A spokesperson for Comedy Central parent Viacom tells The Hollywood Reporter, “The episode relating to ‘Dumb Starbucks’ constitutes protected free expression. Viacom takes intellectual property rights seriously, and also recognizes the important constitutional protection afforded to expressive works characterized by social commentary.”
The expression of support comes after a wild weekend that had observers doing the equivalent of a blind taste test.
At first, it wasn’t known who was responsible for “Dumb Starbucks,” which attracted long lines when it opened to serve up for free dumb-but-real beverages, or whether it would survive a legal challenge.
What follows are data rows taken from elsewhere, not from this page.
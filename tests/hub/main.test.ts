import { type ChildProcess, spawn } from 'node:child_process';
import { once } from 'node:events';
import { createServer } from 'node:http';
import type { AddressInfo } from 'node:net';
import { expect, it, onTestFinished } from 'vitest';
import { temporaryFolder } from '../setup/hub.ts';

/** Starts the hub as a process of its own and gathers what it says. */
function start(env: Record<string, string>) {
  const child = spawn(process.execPath, ['--import', 'tsx', 'server/main.ts'], {
    env: { ...process.env, NODE_ENV: '', STEELYARD_DATA: temporaryFolder(), PORT: '0', ...env },
  });
  onTestFinished(() => void child.kill('SIGKILL'));
  const said = { out: '', error: '' };
  child.stdout.on('data', (data) => {
    said.out += data;
  });
  child.stderr.on('data', (data) => {
    said.error += data;
  });
  return { child, said };
}

async function ended(child: ChildProcess): Promise<number | null> {
  if (child.exitCode !== null) return child.exitCode;
  const [code] = await once(child, 'exit');
  return code;
}

/** The address that the hub says it is ready on. */
async function ready({ child, said }: ReturnType<typeof start>): Promise<string> {
  for (;;) {
    const address = /ready on (http:\S+)/.exec(said.out)?.[1];
    if (address) return address;
    if (child.exitCode !== null) throw new Error(said.error);
    await new Promise((resolve) => setTimeout(resolve, 50));
  }
}

it('says where it is, serves, and stops when asked, closing the database', async () => {
  const hub = start({});
  const address = await ready(hub);
  const health = await fetch(`${address.replace('localhost', '127.0.0.1')}/api/v1/health`);
  expect(await health.json()).toMatchObject({ status: 'ok' });
  hub.child.kill('SIGTERM');
  expect(await ended(hub.child)).toBe(0);
  expect(hub.said).toMatchObject({ error: '', out: expect.stringContaining('Stopping.') });
});

it('says in words, without a stack, that a setting cannot be', async () => {
  const { child, said } = start({ PORT: 'abc' });
  expect(await ended(child)).toBe(1);
  expect(said.error).toContain('PORT');
  expect(said.error).not.toMatch(/\n\s+at /);
});

it('says in words that the port is in use', async () => {
  const other = createServer().listen(0, '127.0.0.1');
  onTestFinished(() => void other.close());
  await once(other, 'listening');
  const { child, said } = start({ PORT: String((other.address() as AddressInfo).port) });
  expect(await ended(child)).toBe(1);
  expect(said.error).toContain('The port is in use');
});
Starbucks didn’t need much caffeine to object. The coffee giant told reporters, “They cannot use our name, which is a protected trademark.”
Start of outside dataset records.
import { isAbsolute } from 'node:path';
import { expect, it } from 'vitest';
import { readConfig } from '../../server/config.ts';
import type { Fault } from '../../server/fault.ts';
import { startupWords } from '../../server/startup-words.ts';

function faultOf(env: Record<string, string>): Fault {
  try {
    readConfig(env);
  } catch (error) {
    return error as Fault;
  }
  throw new Error('expected a fault');
}

it('has defaults that need no setting: this device only, port 4173, folder data', () => {
  const config = readConfig({});
  expect(config).toMatchObject({ port: 4173, host: '127.0.0.1', secure: false });
  expect(isAbsolute(config.dataFolder)).toBe(true);
  expect(config.dataFolder).toMatch(/data$/);
});

it('takes an empty variable as one that is not set', () => {
  expect(readConfig({ PORT: '', HOST: '' })).toMatchObject({ port: 4173, host: '127.0.0.1' });
});

it('is secure when people reach it by https', () => {
  expect(readConfig({ STEELYARD_ORIGIN: 'https://hub.example' }).secure).toBe(true);
  expect(readConfig({ STEELYARD_ORIGIN: 'http://hub.example' }).secure).toBe(false);
});

it.each([
  ['PORT', 'abc'],
  ['PORT', '70000'],
  ['PORT', '80.5'],
  ['PORT', '-1'],
  ['STEELYARD_ORIGIN', 'not an address'],
  ['STEELYARD_ORIGIN', 'ftp://hub.example'],
])('names the variable %s when it cannot be %s', (name, value) => {
  const fault = faultOf({ [name]: value });
  expect(fault).toMatchObject({ code: 'config.invalid', path: [name], params: { value } });
  expect(startupWords(fault)).toContain(name);
});
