import { useTranslation } from 'react-i18next';
import { isRouteErrorResponse, useRouteError } from 'react-router-dom';
import { usePageTitle } from '../components/page-title.ts';
import { NotFound } from './not-found.tsx';
import { PlainPage } from './plain-page.tsx';

/**
 * The last resort. Most often a part of an older version that is no longer to be had,
 * because another tab has put a new version in use: a reload mends that.
 */
export function Crashed() {
  const { t } = useTranslation();
  const problem = useRouteError();
  usePageTitle(t('crashed.title'));
  if (isRouteErrorResponse(problem) && problem.status === 404) return <NotFound />;
  const detail = problem instanceof Error ? problem.message : String(problem);
  return (
    <PlainPage>
      <h1 className="mt-8 text-2xl">{t('crashed.title')}</h1>
      <p className="mt-2 max-w-prose text-mute">{t('crashed.body')}</p>
      <p className="mt-2 max-w-prose text-sm text-mute">{detail}</p>
      <button type="button" className="control-primary mt-6" onClick={() => location.reload()}>
        {t('crashed.reload')}
      </button>
    </PlainPage>
  );
}
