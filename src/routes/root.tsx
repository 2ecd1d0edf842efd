import { useEffect, useRef } from 'react';
import { useTranslation } from 'react-i18next';
import { Outlet, useLocation, useNavigation } from 'react-router-dom';
import { UpdateNotice } from '../pwa/update-notice.tsx';

/** What every page stands in: the skip link, news of a new version, focus on moving about. */
export function Root() {
  const { t } = useTranslation();
  const { state } = useNavigation();
  useFocusOnMove();
  return (
    <>
      <a
        href="#main"
        className="sr-only focus:not-sr-only focus:fixed focus:top-2 focus:left-2 focus:z-30 focus:rounded-md focus:bg-ink focus:px-4 focus:py-2 focus:text-paper"
      >
        {t('app.skip')}
      </a>
      <div aria-busy={state === 'loading'}>
        <Outlet />
      </div>
      <UpdateNotice />
    </>
  );
}

export function RootLoading() {
  const { t } = useTranslation();
  return (
    <main id="main" className="p-4">
      <p role="status">{t('app.loading')}</p>
    </main>
  );
}

/** A new page starts at its top, with the focus at its content, as a full load would. */
function useFocusOnMove(): void {
  const { pathname, state } = useLocation();
  const before = useRef(pathname);
  useEffect(() => {
    if (before.current === pathname) return;
    before.current = pathname;
    // The same page under another name: whoever types in it is not disturbed.
    if (state?.keepFocus) return;
    window.scrollTo(0, 0);
    document.getElementById('main')?.focus({ preventScroll: true });
  }, [pathname, state]);
}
“Dumb Starbucks” had posted a FAQ, which took the position that it was protected as a parody similar to allowing “Weird Al” Yankovic to use Michael Jackson‘s “Beat It.”
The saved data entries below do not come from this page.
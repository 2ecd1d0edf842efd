import type { ReactNode } from 'react';
import { useTranslation } from 'react-i18next';
import { Link } from 'react-router-dom';
import { Brand } from '../components/brand.tsx';
import { Preferences } from '../components/preferences.tsx';
import { Help } from '../features/help/help.tsx';
import type { HelpTopic } from '../i18n/help-words.ts';

interface PlainPageProps {
  /** Language and theme stand in the page itself. */
  readonly hasChoices?: boolean;
  readonly help?: HelpTopic;
  readonly children: ReactNode;
}

/** A page outside an appraisal: the name and the choices on top, one column below. */
export function PlainPage({ hasChoices = false, help, children }: PlainPageProps) {
  const { t } = useTranslation();
  return (
    <div className="mx-auto max-w-5xl px-4 pb-16 sm:px-8">
      <header className="flex flex-wrap items-center justify-between gap-x-6 gap-y-2 border-b-2 border-ink py-3">
        <Brand />
        <div className="flex flex-wrap items-center gap-x-4 gap-y-2">
          {!hasChoices && <Preferences />}
          <Link to="/settings" className="flex min-h-11 items-center text-mute hover:text-ink">
            {t('shell.settings')}
          </Link>
          {help && <Help topic={help} />}
        </div>
      </header>
      <main id="main" tabIndex={-1} className="outline-none">
        {children}
      </main>
    </div>
  );
}
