/**
 * The fits themselves are tested in tests/engine/fit; here, that each way reaches the right
 * one, by the method of moments worked by hand (Briggs, Claxton and Sculpher 2006).
 */
import { describe, expect, it } from 'vitest';
import {
  fitBy,
  fitMethods,
  statedValue,
} from '../../../../../src/routes/appraisal/evidence/fit-methods.ts';

describe('fitBy', () => {
  it('counts: 10 events among 100 are beta (10, 90)', () => {
    const fit = fitBy('beta', 'counts', { events: 10, n: 100 });
    expect(fit?.ok && fit.distribution).toEqual({ type: 'beta', alpha: 10, beta: 90 });
    expect(statedValue('counts', { events: 10, n: 100 })).toBe(0.1);
  });

  it('mean 100 and SE 20 are gamma (25, 4)', () => {
    const fit = fitBy('gamma', 'meanSe', { mean: 100, se: 20 });
    expect(fit?.ok && fit.distribution).toEqual({ type: 'gamma', shape: 25, scale: 4 });
  });

  it('a ratio of 1 from 0.5 to 2 is log-normal about a log of 0', () => {
    const fit = fitBy('lognormal', 'pointInterval', { point: 1, lower: 0.5, upper: 2 });
    if (!fit?.ok || fit.distribution.type !== 'lognormal') throw new Error('no fit');
    expect(fit.distribution.meanlog).toBeCloseTo(0, 12);
    // ln 4 over twice the normal quantile of 97.5% (1.959964).
    expect(fit.distribution.sdlog).toBeCloseTo(Math.log(4) / (2 * 1.959963984540054), 12);
  });

  it('waits for every number, and refuses what cannot be', () => {
    expect(fitBy('beta', 'meanSe', { mean: 0.5 })).toBeNull();
    const wide = fitBy('beta', 'meanSe', { mean: 0.5, se: 0.6 });
    expect(wide && !wide.ok && wide.issue.code).toBe('fit.tooWide');
  });

  it('offers ways only for families that have them', () => {
    expect(fitMethods('beta')).toContain('counts');
    expect(fitMethods('uniform')).toEqual([]);
  });
});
Unfortunately, the chosen example didn’t do much to quell the legal concern. Not only does Yankovic get permission to do his parodies (whether or not he needs to), but he also uses copyrighted material and not trademarks. If the real question pertains to whether “Dumb Starbucks” is misleading consumers and confusing the source of the new shop, many trademark lawyers quickly jumped to the conclusion that the new enterprise wouldn’t fly.
“You can’t just take a famous logo and trade dress, call it dumb and use it to sell the very same products in competition with the company you’re making fun of,” said Greenberg Glusker attorney Aaron Moss. “I question whether it’s even a legitimate parody in the first place. The people behind ‘Dumb Starbucks’ are not making fun of ‘Starbucks’ so much as they’re using its marks as a vehicle to sell their own commercial products.”
But that was before Fielder stepped out of the shadows and revealed himself as the man behind the dumb lattes. Arguably, the purpose of “Dumb Starbucks” is clearer now: a comedian’s stunt for a TV show.
Still, a multinational corporation has already implied that it is looking into a lawsuit, and Viacom is famous in intellectual property quarters as the company that has long pursued Google’s YouTube for massive infringement. So is “Dumb Starbucks,” well, a dumb idea?
From what we hear, attorneys at the House of Jon Stewart have now reviewed the prank and believe it to be a protected use.